O prefeito de São Luís, Eduardo Braide (Podemos), garantiu que a vacinação contra a Covid-19 na capital começará na próxima quarta-feira, 20. O anúncio foi feito após reunião online do ministro da Saúde, Eduardo Pazuello, com mais de 130 prefeitos. Apesar da fala esperançosa, são muitas as inconsistências em torno da promessa de Braide.
Isso porque, além de a data ter sido definida por Pazuello (e não por Braide) e a liberação do uso emergencial das vacinas Coronavac e Astrazeneca depende da chancela da Agência Nacional de Vigilância Sanitária (Anvisa), o prefeito esqueceu de apresentar um detalhe essencial: o plano municipal de vacinação em São Luís.
Um Plano de Imunização Municipal é essencial para definição de qual será a ordem de vacinação e quais públicos realmente devem ser prioritários em uma cidade com uma estrutura social desigual, como é o caso de São Luís?
Mas até agora Braide não apresentou nenhum plano para aplicação do imunizante na população da capital.

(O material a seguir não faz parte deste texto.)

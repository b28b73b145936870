"""Batched NNLS against scipy.optimize.nnls in a loop and against unconstrained least squares.

Problem: N spectra × 300 wavelengths × 5 components (invented Gaussian bands, about 30 %
of the components absent in each spectrum, noise 0.003 AU), N = 10⁴, 10⁵, 10⁶.
Timed, each the best of ``--repeat`` runs in this one process (batched and unconstrained
interleaved, so that a change in the machine's load affects both):

- ``numpy``: :func:`mixsolve.solve.batch.nnls_batch` on all N spectra at once, numpy
  engine (the projection is one BLAS product, which uses every core);
- ``compiled``: the same with ``engine="compiled"`` (numba; projection and solve per
  spectrum in compiled code, the spectra shared by one thread per core), when numba is
  installed;
- ``unconstrained``: the least-squares floor, one GEMM ``pinv(K) @ Aᵀ`` (the fastest
  unconstrained batch solve found here; ``numpy.linalg.lstsq(K, Aᵀ)`` is also printed);
- ``scipy loop``: ``scipy.optimize.nnls`` spectrum by spectrum, timed on the first
  ``--scipy-sample`` spectra and extrapolated linearly to N (stated in the output).

Each timing starts after a pause of ``BLAS_IDLE_S`` (OpenBLAS's threads spin for a while
after a product and would compete with the compiled engine's threads). Prints the BLAS
threadpoolctl reports, the load average, the times and the ratios.
Run: ``python benchmarks/bench_nnls.py [--sizes 10000,100000,1000000]``. Never a test.
"""

from __future__ import annotations

import argparse
import importlib.util
import os
import time

import numpy as np
from scipy.optimize import nnls
from threadpoolctl import threadpool_info

from mixsolve.solve.batch import nnls_batch
from mixsolve.solve.cls import default_threads

WAVELENGTHS_NM = np.linspace(400.0, 700.0, 300)
CENTRES_NM = (440.0, 500.0, 560.0, 620.0, 670.0)
#: Pause (s) before each timing: OpenBLAS's worker threads keep spinning for a while after
#: a product (its thread timeout), which would take the cores from the compiled engine's
#: threads right after the unconstrained product is timed.
BLAS_IDLE_S = 0.3


def design() -> np.ndarray:
    """K (300 × 5): invented bands, L g⁻¹ cm⁻¹."""
    return np.stack([50.0 * np.exp(-0.5 * ((WAVELENGTHS_NM - c) / 32.0) ** 2)
                     for c in CENTRES_NM], axis=1)


def spectra(n: int, k: np.ndarray, seed: int = 1) -> np.ndarray:
    """n invented mixture spectra (n × 300, AU)."""
    rng = np.random.default_rng(seed)
    conc = rng.uniform(0.0, 0.02, (n, k.shape[1]))
    conc[rng.random(conc.shape) < 0.3] = 0.0
    out = conc @ k.T
    out += 0.003 * rng.standard_normal(out.shape)
    return out


def best_of(repeat: int, func, *args) -> float:
    """Fastest wall time (s) of ``repeat`` calls."""
    times = []
    for _ in range(repeat):
        start = time.perf_counter()
        func(*args)
        times.append(time.perf_counter() - start)
    return min(times)


def scipy_loop(k: np.ndarray, a: np.ndarray, sample: int) -> tuple[float, str]:
    """Seconds of ``scipy.optimize.nnls`` over every row of ``a``, timed on the first
    ``sample`` rows and extrapolated linearly, and the note that says so (or "")."""
    n = a.shape[0]
    sample = min(n, sample)
    start = time.perf_counter()
    for row in a[:sample]:
        nnls(k, row)
    note = "" if sample == n else f"  (scipy timed on {sample}, x{n / sample:g})"
    return (time.perf_counter() - start) * n / sample, note


def blas_report() -> str:
    """What threadpoolctl says about the BLAS numpy and scipy use."""
    return "; ".join(f"{i.get('internal_api')} {i.get('version')} {i.get('architecture')} "
                     f"threads={i.get('num_threads')}" for i in threadpool_info()
                     if i.get("user_api") == "blas")


def main() -> None:
    parser = argparse.ArgumentParser(description=__doc__.splitlines()[0])
    parser.add_argument("--sizes", default="10000,100000,1000000")
    parser.add_argument("--repeat", type=int, default=5)
    parser.add_argument("--scipy-sample", type=int, default=20000)
    args = parser.parse_args()
    k = design()
    pinv = np.linalg.pinv(k)
    nnls_batch(k, spectra(2000, k), k.shape[1])  # warm up (imports, caches)
    print(f"BLAS: {blas_report()}")
    print(f"OPENBLAS_CORETYPE={os.environ.get('OPENBLAS_CORETYPE', '(unset)')} "
          f"OPENBLAS_L2_SIZE={os.environ.get('OPENBLAS_L2_SIZE', '(unset)')}")
    print(f"load average before: {' '.join(f'{v:.2f}' for v in os.getloadavg())}")
    threads = default_threads()
    engines = ["numpy"] + (["compiled"] if importlib.util.find_spec("numba") else [])
    for engine in engines[1:]:  # compile (or load) it before timing
        nnls_batch(k, spectra(3000, k), k.shape[1], engine=engine, threads=threads)
    print(f"engines: {', '.join(engines)}; compiled with {threads} threads")
    print(f"{'N':>9} {'engine':>9} {'batched s':>10} {'unconstr s':>10} {'lstsq s':>9} "
          f"{'scipy s':>9} {'scipy/batched':>14} {'batched/unconstr':>17} {'us/spectrum':>12}")
    for n in (int(s) for s in args.sizes.split(",")):
        a = spectra(n, k)
        repeat = args.repeat if n <= 100000 else max(2, args.repeat // 2)
        t_batch = dict.fromkeys(engines, np.inf)
        t_unc = np.inf
        for _ in range(repeat):  # interleaved, so that a change of machine load hits all
            for engine in engines:
                time.sleep(BLAS_IDLE_S)
                t_batch[engine] = min(t_batch[engine], best_of(
                    1, lambda a=a, e=engine: nnls_batch(k, a, k.shape[1], engine=e,
                                                        threads=threads)))
            t_unc = min(t_unc, best_of(1, lambda a=a: pinv @ a.T))
        t_lstsq = best_of(1, lambda a=a: np.linalg.lstsq(k, a.T, rcond=None)) \
            if n <= 100000 else float("nan")
        t_scipy, note = scipy_loop(k, a, args.scipy_sample)
        for engine in engines:
            t = t_batch[engine]
            print(f"{n:>9} {engine:>9} {t:>10.4f} {t_unc:>10.4f} {t_lstsq:>9.4f} "
                  f"{t_scipy:>9.3f} {t_scipy / t:>14.1f} {t / t_unc:>17.2f} "
                  f"{1e6 * t / n:>12.3f}{note}")
        del a
    print(f"load average after: {' '.join(f'{v:.2f}' for v in os.getloadavg())}")


if __name__ == "__main__":
    main()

Como o prefeito pretende vacinar os ludovicenses se a cidade sequer tem um plano para uma empreitada? Ou será que Eduardo Braide conta apenas com o Plano Estadual de Vacinação?
O Plano de Vacinação do governo Flávio Dino (PCdoB), lançado na última segunda-feira, 11, trata de ações como a capacitação de profissionais da saúde, a logística de distribuição e armazenamento, estratégias para a imunização, grupos prioritários para a primeira fase da campanha e a estimativa de vacinas necessárias.
Infelizmente o prefeito Braide até agora não sinalizou qualquer perspectiva nesse sentido para a vacinação na capital maranhense. Por ora só nos resta ficar de olho..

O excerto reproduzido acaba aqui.